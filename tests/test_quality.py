"""Quality flags on a synthetic day (invented data: a smooth clear day with noise)."""

from __future__ import annotations

import numpy as np
import pandas as pd
import pytest
from logger_files import checked, write_case
from numpy.testing import assert_allclose

from perfcheck import db, physics, quality
from perfcheck.site import load_site

COLUMNS = (("P", "ac_power", "kW", "INV1"), ("G", "poa", "W/m2", None),
           ("T", "temp_air", "C", None), ("W", "wind_speed", "m/s", None))
DAY = pd.date_range("2024-06-01 00:00", "2024-06-01 23:55", freq="5min", tz="UTC")


def clear_day():
    """A plausible 5-minute day for the test site: POA from the sun's height, power from POA."""
    rng = np.random.default_rng(7)
    sun = quality.sun_table(SUN, DAY, 5)
    poa = np.round(1000 * sun["mu0"].to_numpy() ** 1.1 + rng.normal(0, 3, len(DAY)), 1)
    poa = np.where(sun["elevation_deg"] < 0, np.round(rng.normal(-1, 0.3, len(DAY)), 1), poa)
    power_kw = np.round(np.clip(poa, 0, None) * 0.009 * rng.uniform(0.98, 1.0, len(DAY)), 3)
    return pd.DataFrame({
        "ts": DAY.strftime("%Y-%m-%d %H:%M"),
        "P": power_kw,
        "G": poa,
        "T": np.round(15 + 10 * sun["mu0"].to_numpy() + rng.normal(0, 0.3, len(DAY)), 1),
        "W": np.round(3 + rng.uniform(-1.5, 1.5, len(DAY)), 1),
    }), sun


SUN = physics.SunPositions(48.0, 11.0, 500.0)  # the site of logger_files.SITE


def flagged(tmp_path, frame, drop=(), columns=COLUMNS):
    frame = frame.drop(index=list(drop))
    site_path, log = write_case(tmp_path, frame.to_csv(index=False), columns=columns)
    _, counts, con, site = checked(tmp_path, site_path, log)
    flags = con.execute("SELECT ts, quantity, device, flag, detail FROM flags ORDER BY ts").df()
    flags["ts"] = pd.DatetimeIndex(flags["ts"]).tz_convert("UTC")
    return counts, flags, con, site


def of(flags, flag):
    return flags[flags["flag"] == flag]


def test_a_clean_day_has_no_flags(tmp_path):
    frame, _ = clear_day()
    counts, _, _, _ = flagged(tmp_path, frame)
    assert counts == dict.fromkeys(quality.FLAG_NAMES, 0)


def test_out_of_range(tmp_path):
    frame, sun = clear_day()
    noon = int(sun["elevation_deg"].idxmax())
    frame.loc[noon, "T"] = 57.0       # above the WMO record 56.7 C (from memory)
    frame.loc[noon + 1, "P"] = 11.5   # > 1.1 x the 10 kW rating (common practice)
    frame.loc[noon + 2, "W"] = -0.5   # negative wind speed
    frame.loc[10, "G"] = 150.0        # at night the POA limit is 100 W/m2 (BSRN form, mu0 0)
    _, flags, _, _ = flagged(tmp_path, frame)
    got = of(flags, "out_of_range")[["ts", "quantity"]].values.tolist()
    assert sorted(got) == sorted([
        [DAY[10], "poa_wm2"], [DAY[noon], "temp_air_c"], [DAY[noon + 1], "ac_power_w"],
        [DAY[noon + 2], "wind_speed_ms"]])


def test_bsrn_limits_follow_the_sun(tmp_path):
    # Long & Dutton 2002 (BSRN physically possible limits, from memory): GHI upper limit
    # Sa * 1.5 * mu0^1.2 + 100. Derived check: a GHI reading just above that limit at the
    # interval's sun position is flagged, one just below is not.
    frame, sun = clear_day()
    noon = int(sun["elevation_deg"].idxmax())
    limit = sun["sa_wm2"][noon] * 1.5 * sun["mu0"][noon] ** 1.2 + 100
    frame["H"] = 0.0
    frame.loc[noon, "H"] = round(limit + 1, 1)
    frame.loc[noon + 1, "H"] = round(limit - 30, 1)
    cols = (*COLUMNS, ("H", "ghi", "W/m2", None))
    site_path, log = write_case(tmp_path, frame.to_csv(index=False), columns=cols)
    _, _, con, _ = checked(tmp_path, site_path, log)
    rows = con.execute("SELECT ts FROM flags WHERE flag = 'out_of_range' AND quantity = "
                       "'ghi_wm2'").fetchall()
    assert [pd.Timestamp(r[0]).tz_convert("UTC") for r in rows] == [DAY[noon]]


def test_stuck_sensor_and_what_is_not_stuck(tmp_path):
    frame, sun = clear_day()
    noon = int(sun["elevation_deg"].idxmax())
    frozen = list(range(noon - 18, noon + 18))  # 3 hours around noon
    frame.loc[frozen, "G"] = frame.loc[noon - 18, "G"]
    # a clipping plateau at the 10 kW rating for 2 hours is physics, not a stuck sensor
    frame.loc[noon - 12:noon + 12, "P"] = 10.0
    _, flags, _, _ = flagged(tmp_path, frame)
    stuck = of(flags, "stuck")
    assert set(stuck["quantity"]) == {"poa_wm2"}
    assert list(stuck["ts"]) == [DAY[i] for i in frozen]
    assert "unchanged for 36 intervals" in stuck["detail"].iloc[0]


def test_gap(tmp_path):
    frame, _ = clear_day()
    _, flags, _, _ = flagged(tmp_path, frame, drop=(100, 101, 102))
    gaps = of(flags, "gap")
    assert set(gaps["quantity"]) == {"ac_power_w", "poa_wm2", "temp_air_c", "wind_speed_ms"}
    assert set(gaps["ts"]) == {DAY[100]}
    assert gaps["detail"].iloc[0] == ("3 missing interval(s) of 5 min, up to "
                                      f"{DAY[102]:%Y-%m-%d %H:%M} UTC")


def test_night_offset(tmp_path):
    frame, sun = clear_day()
    night = int(sun["elevation_deg"].idxmin())
    frame.loc[night, "G"] = -9.0       # beyond the class A allowance of 7 W/m2 (ISO 9060)
    frame.loc[night + 1, "G"] = -5.0   # within it
    _, flags, _, _ = flagged(tmp_path, frame)
    assert list(of(flags, "night_offset")["ts"]) == [DAY[night]]


def test_power_without_irradiance(tmp_path):
    frame, sun = clear_day()
    noon = int(sun["elevation_deg"].idxmax())
    night = int(sun["elevation_deg"].idxmin())
    frame.loc[noon, "G"] = 2.0    # the sensor reads nothing while the inverter makes 8 kW
    frame.loc[night, "P"] = 3.0   # 3 kW at midnight
    _, flags, _, _ = flagged(tmp_path, frame)
    got = of(flags, "power_without_irradiance")
    assert list(got["ts"]) == [DAY[noon], DAY[night]]  # local midnight is 23:16 UTC here
    assert got["detail"].iloc[0] == f"{1000 * frame.loc[noon, 'P']:.0f} W with poa_wm2 2.0 W/m2"
    assert "below the horizon" in got["detail"].iloc[1]


def test_run_recomputes_and_never_deletes_readings(tmp_path):
    frame, _ = clear_day()
    frame.loc[5, "T"] = 99.0
    first, _, con, site = flagged(tmp_path, frame)
    n = con.execute("SELECT count(*) FROM readings").fetchall()
    assert quality.run(con, site) == first
    assert con.execute("SELECT count(*) FROM readings").fetchall() == n


@pytest.mark.parametrize("interval", [5, 60])
def test_sun_table_matches_pvlib_at_midpoints(interval):
    # the sun is taken at the interval's mid-point (Reda & Andreas 2004 via pvlib)
    import pvlib

    starts = pd.date_range("2024-06-01 10:00", periods=3, freq=f"{interval}min", tz="UTC")
    got = quality.sun_table(physics.SunPositions(48.0, 11.0, 500.0), starts, interval)
    ref = pvlib.solarposition.get_solarposition(
        starts + pd.Timedelta(minutes=interval / 2), 48.0, 11.0, altitude=500.0, delta_t=None)
    assert_allclose(got["elevation_deg"], ref["apparent_elevation"], atol=1e-9)


def test_empty_database_has_no_flags(tmp_path):
    site_path, _ = write_case(tmp_path, "ts,P,G\n", columns=COLUMNS)
    con = db.connect(tmp_path / "site.duckdb")
    assert quality.run(con, load_site(site_path)) == dict.fromkeys(quality.FLAG_NAMES, 0)


def test_tracker_angle_and_rear_irradiance_channels(tmp_path):
    # A tracker angle outside +-90 deg is impossible (a tracker turns at most a right angle
    # from flat: geometry); an angle held for hours (at the limit, flat at night, in stow) is
    # designed behaviour, never "stuck". The rear irradiance takes the POA limits (BSRN form,
    # Long & Dutton 2002, from memory) and night offset: 150 W/m2 at night is both.
    frame, sun = clear_day()
    noon = int(sun["elevation_deg"].idxmax())
    frame["A"] = np.where(sun["elevation_deg"] > 0, -60.0, 0.0)  # at the limit all day
    frame.loc[noon, "A"] = 95.0
    frame["R"] = np.round(np.clip(frame["G"], 0, None) * 0.1, 1)
    frame.loc[10, "R"] = 150.0
    _, flags, _, _ = flagged(tmp_path, frame, columns=COLUMNS + (
        ("A", "tracker_angle", "deg", None), ("R", "poa_rear", "W/m2", None)))
    mine = flags[flags["quantity"].isin(["tracker_angle_deg", "poa_rear_wm2"])]
    got = sorted(zip(mine["ts"], mine["quantity"], mine["flag"], strict=True))
    assert got == [(DAY[10], "poa_rear_wm2", "night_offset"),
                   (DAY[10], "poa_rear_wm2", "out_of_range"),
                   (DAY[noon], "tracker_angle_deg", "out_of_range")]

....

INSTRUCTIONS FOR THE TASK: Would you restate exactly the lines of the material above, from its opening line through the line with "import pytest", and output only those?

RESULT BELOW:
filename tests/test_quality.py
"""Quality flags on a synthetic day (invented data: a smooth clear day with noise)."""

from __future__ import annotations

import numpy as np
import pandas as pd
import pytest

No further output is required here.